BBC ordered out of Afghanistan

Afghanistan's Taliban rulers have shut down the BBC's office in the capital Kabul and ordered its correspondent to leave.

BBC ordered out of Afghanistan

Afghanistan's Taliban rulers have shut down the BBC's office in the capital Kabul and ordered its correspondent to leave.

Officials said the BBC used derogatory language against the Taliban and its reporting on the demolition of the towering Buddhas at Bamiyan was misleading and hostile.

The BBC correspondent has been ordered to leave Afghanistan within 24 hours, said Abdul Salam Zeef, the Taliban's ambassador to Pakistan. He gave no further details.

In a statement, the Taliban's Information Ministry accused the BBC of ignoring the orthodox Muslim militia's point of view and calling it "illiterate".

Last month, the Taliban ordered the destruction of pre-Islamic statues of Buddha, saying they were idolatrous and had no place an Islamic society.
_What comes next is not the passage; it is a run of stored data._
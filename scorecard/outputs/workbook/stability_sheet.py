"""The Stability sheet: how far later samples moved from the development sample.

Row 1 heads one summary line per index (the score's and each characteristic's) for every
comparison. Below it, each comparison has its score-band table with a chart of baseline against
current shares, then one table per characteristic. Status is written as a word, so the tint
behind it is never the only sign.
"""

from __future__ import annotations

import pandas as pd
from openpyxl.utils import get_column_letter
from openpyxl.worksheet.pagebreak import Break
from openpyxl.worksheet.worksheet import Worksheet

from scorecard.outputs.workbook import charts, style
from scorecard.outputs.workbook.sheets import note
from scorecard.outputs.workbook.tables import (
    finish_table_sheet,
    safe_value,
    write_table,
)

SUMMARY_COLUMNS = ["Baseline", "Current", "Measure", "Stability index", "Status",
                   "Critical value (95%)", "Beyond chance", "Points shift"]
DETAIL_FORMATS = {"Points": style.INTEGER, "Baseline rows": style.COUNT,
                  "Current rows": style.COUNT, "Baseline share": style.PERCENT,
                  "Current share": style.PERCENT, "Contribution": style.WOE}
STATUS_FILLS = {"watch": style.HIGHER_RISK_FILL, "shift": style.HIGHER_RISK_FILL}
# Width of a chart that openpyxl draws at its default size, and the gap before it, in cm.
CHART_CM = 15.5


def summary_frame(comparisons) -> pd.DataFrame:
    """One row per index: the score's first, then each characteristic's, per comparison."""
    rows = []
    for comparison in comparisons:
        for result in (comparison.score, *comparison.characteristics):
            rows.append({
                "Baseline": comparison.baseline, "Current": comparison.current,
                "Measure": "score" if result is comparison.score else result.name,
                "Stability index": result.index, "Status": result.status,
                "Critical value (95%)": result.critical_value,
                "Beyond chance": "yes" if result.beyond_chance else "no",
                "Points shift": result.points_shift,
            })
    return pd.DataFrame(rows, columns=SUMMARY_COLUMNS)


def write_stability(ws: Worksheet, comparisons, *, watch: float, shift: float) -> None:
    """Fill the sheet from a build's ``result.stability`` comparisons."""
    summary = summary_frame(comparisons)
    header, last = write_table(ws, summary, formats={
        "Stability index": style.WOE, "Critical value (95%)": style.WOE,
        "Points shift": "+0.00;-0.00;0.00"})
    status_col = SUMMARY_COLUMNS.index("Status") + 1
    for row in range(header + 1, last + 1):
        fill = STATUS_FILLS.get(ws.cell(row, status_col).value)
        if fill is not None:
            ws.cell(row, status_col).fill = fill
    finish_table_sheet(ws, header, last, len(summary.columns), more_tables=bool(comparisons))
    row = note(ws, last + 2, f"Status by the index: below {watch:g} stable, from {watch:g} "
                             f"watch, from {shift:g} shift. Beyond chance: the index exceeds "
                             f"what two samples of these sizes from one population show 95% "
                             f"of the time. Points shift: change of the mean score that the "
                             f"characteristic's movement causes.")
    if not comparisons:
        note(ws, row + 1, "No holdout or out-of-time sample: nothing to compare with.")
        return
    row += 1
    blocks: list[tuple[int, int, int]] = []
    for comparison in comparisons:
        row = _comparison(ws, comparison, row + 1, blocks)
    _page_breaks(ws, blocks)


def _page_breaks(ws: Worksheet, blocks) -> None:
    """Each comparison starts a page; a table that would cross the page foot starts the next.

    Printing fits the sheet to the page width, so the rows a page holds follow from the widest
    of the tables and the score-band table with its chart. Every table then keeps its own
    title and headings in print.
    """
    width = max(charts.table_width_cm(ws, ws.max_column),
                charts.table_width_cm(ws, blocks[0][2]) + CHART_CM)
    scale = min(1.0, charts.PRINT_WIDTH_CM / width)
    # Less the repeated header row, and two rows for the taller table headers.
    page_rows = charts.PRINT_HEIGHT_CM * 0.97 / scale / charts.ROW_CM - 3
    top = None
    for first, last, starts_page in blocks:
        if starts_page or (last - top + 1) > page_rows:
            ws.row_breaks.append(Break(id=first - 1))
            top = first


def _comparison(ws: Worksheet, comparison, row: int, blocks: list) -> int:
    """The detail of one comparison from ``row``; returns the last row used.

    Appends to ``blocks`` each table's first and last row, and for the score-band table (which
    starts the page) the number of its columns.
    """
    pair = f"{comparison.baseline} (baseline) vs {comparison.current} (current)"
    ws.cell(row, 1, safe_value(pair)).font = style.TITLE_FONT
    score = comparison.score
    table = score.table
    header, last = write_table(
        ws, table, start_row=row + 1, formats=_formats(table),
        title=f"Score by band: index {score.index:.4f}, {score.status}")
    end = note(ws, last + 1, table.attrs.get("note", ""))
    chart_col = len(table.columns) + 2
    columns = list(table.columns)
    chart = charts.bar_chart(
        ws, f"Share of rows by score band: {comparison.baseline} vs {comparison.current}",
        header + 1, last, label_col=columns.index("Band") + 1,
        series=[charts.Plotted(columns.index("Baseline share") + 1,
                            f"{comparison.baseline} (baseline)", style.BASELINE_FILL),
                charts.Plotted(columns.index("Current share") + 1,
                            f"{comparison.current} (current)", style.CURRENT_FILL)],
        x_title="Score band", y_title="Share of rows")
    ws.add_chart(chart, f"{get_column_letter(chart_col)}{row + 1}")
    first = row
    row = max(end, row + 1 + charts.ROWS_PER_CHART)
    blocks.append((first, row, len(columns)))
    for result in comparison.characteristics:
        first = row + 1
        _, last = write_table(
            ws, result.table, start_row=row + 1, formats=_formats(result.table),
            title=f"{result.name}: index {result.index:.4f}, {result.status} "
                  f"({comparison.current} vs {comparison.baseline})")
        row = note(ws, last + 1, result.table.attrs.get("note", ""))
        blocks.append((first, row, 0))
    return row


def _formats(table: pd.DataFrame) -> dict:
    return {k: v for k, v in DETAIL_FORMATS.items() if k in table.columns}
Ignoring international outrage, the Taliban demolished most of the statues in the past two weeks, including the two towering statues of Buddha hewn from a cliff face in central Bamiyan in the third and fifth centuries.

The taller of the two, at 170 feet, was believed to be the world's tallest standing Buddha, while the other measured 120 feet.

The Taliban, who now rule 95% of Afghanistan, captured Kabul in 1996 from the warring mujahedeen factions which took the city after the fall of the communist Government in 1992.

Since then, the Taliban have imposed a harsh version of Islam and are trying to capture the remaining 5% of the Afghan territory still controlled by the northern-based opposition alliance.

The Taliban are predominantly Sunni Muslims and Pashtun, Afghanistan's majority ethnic group, while their opposition is made up of mostly ethnic and religious minorities.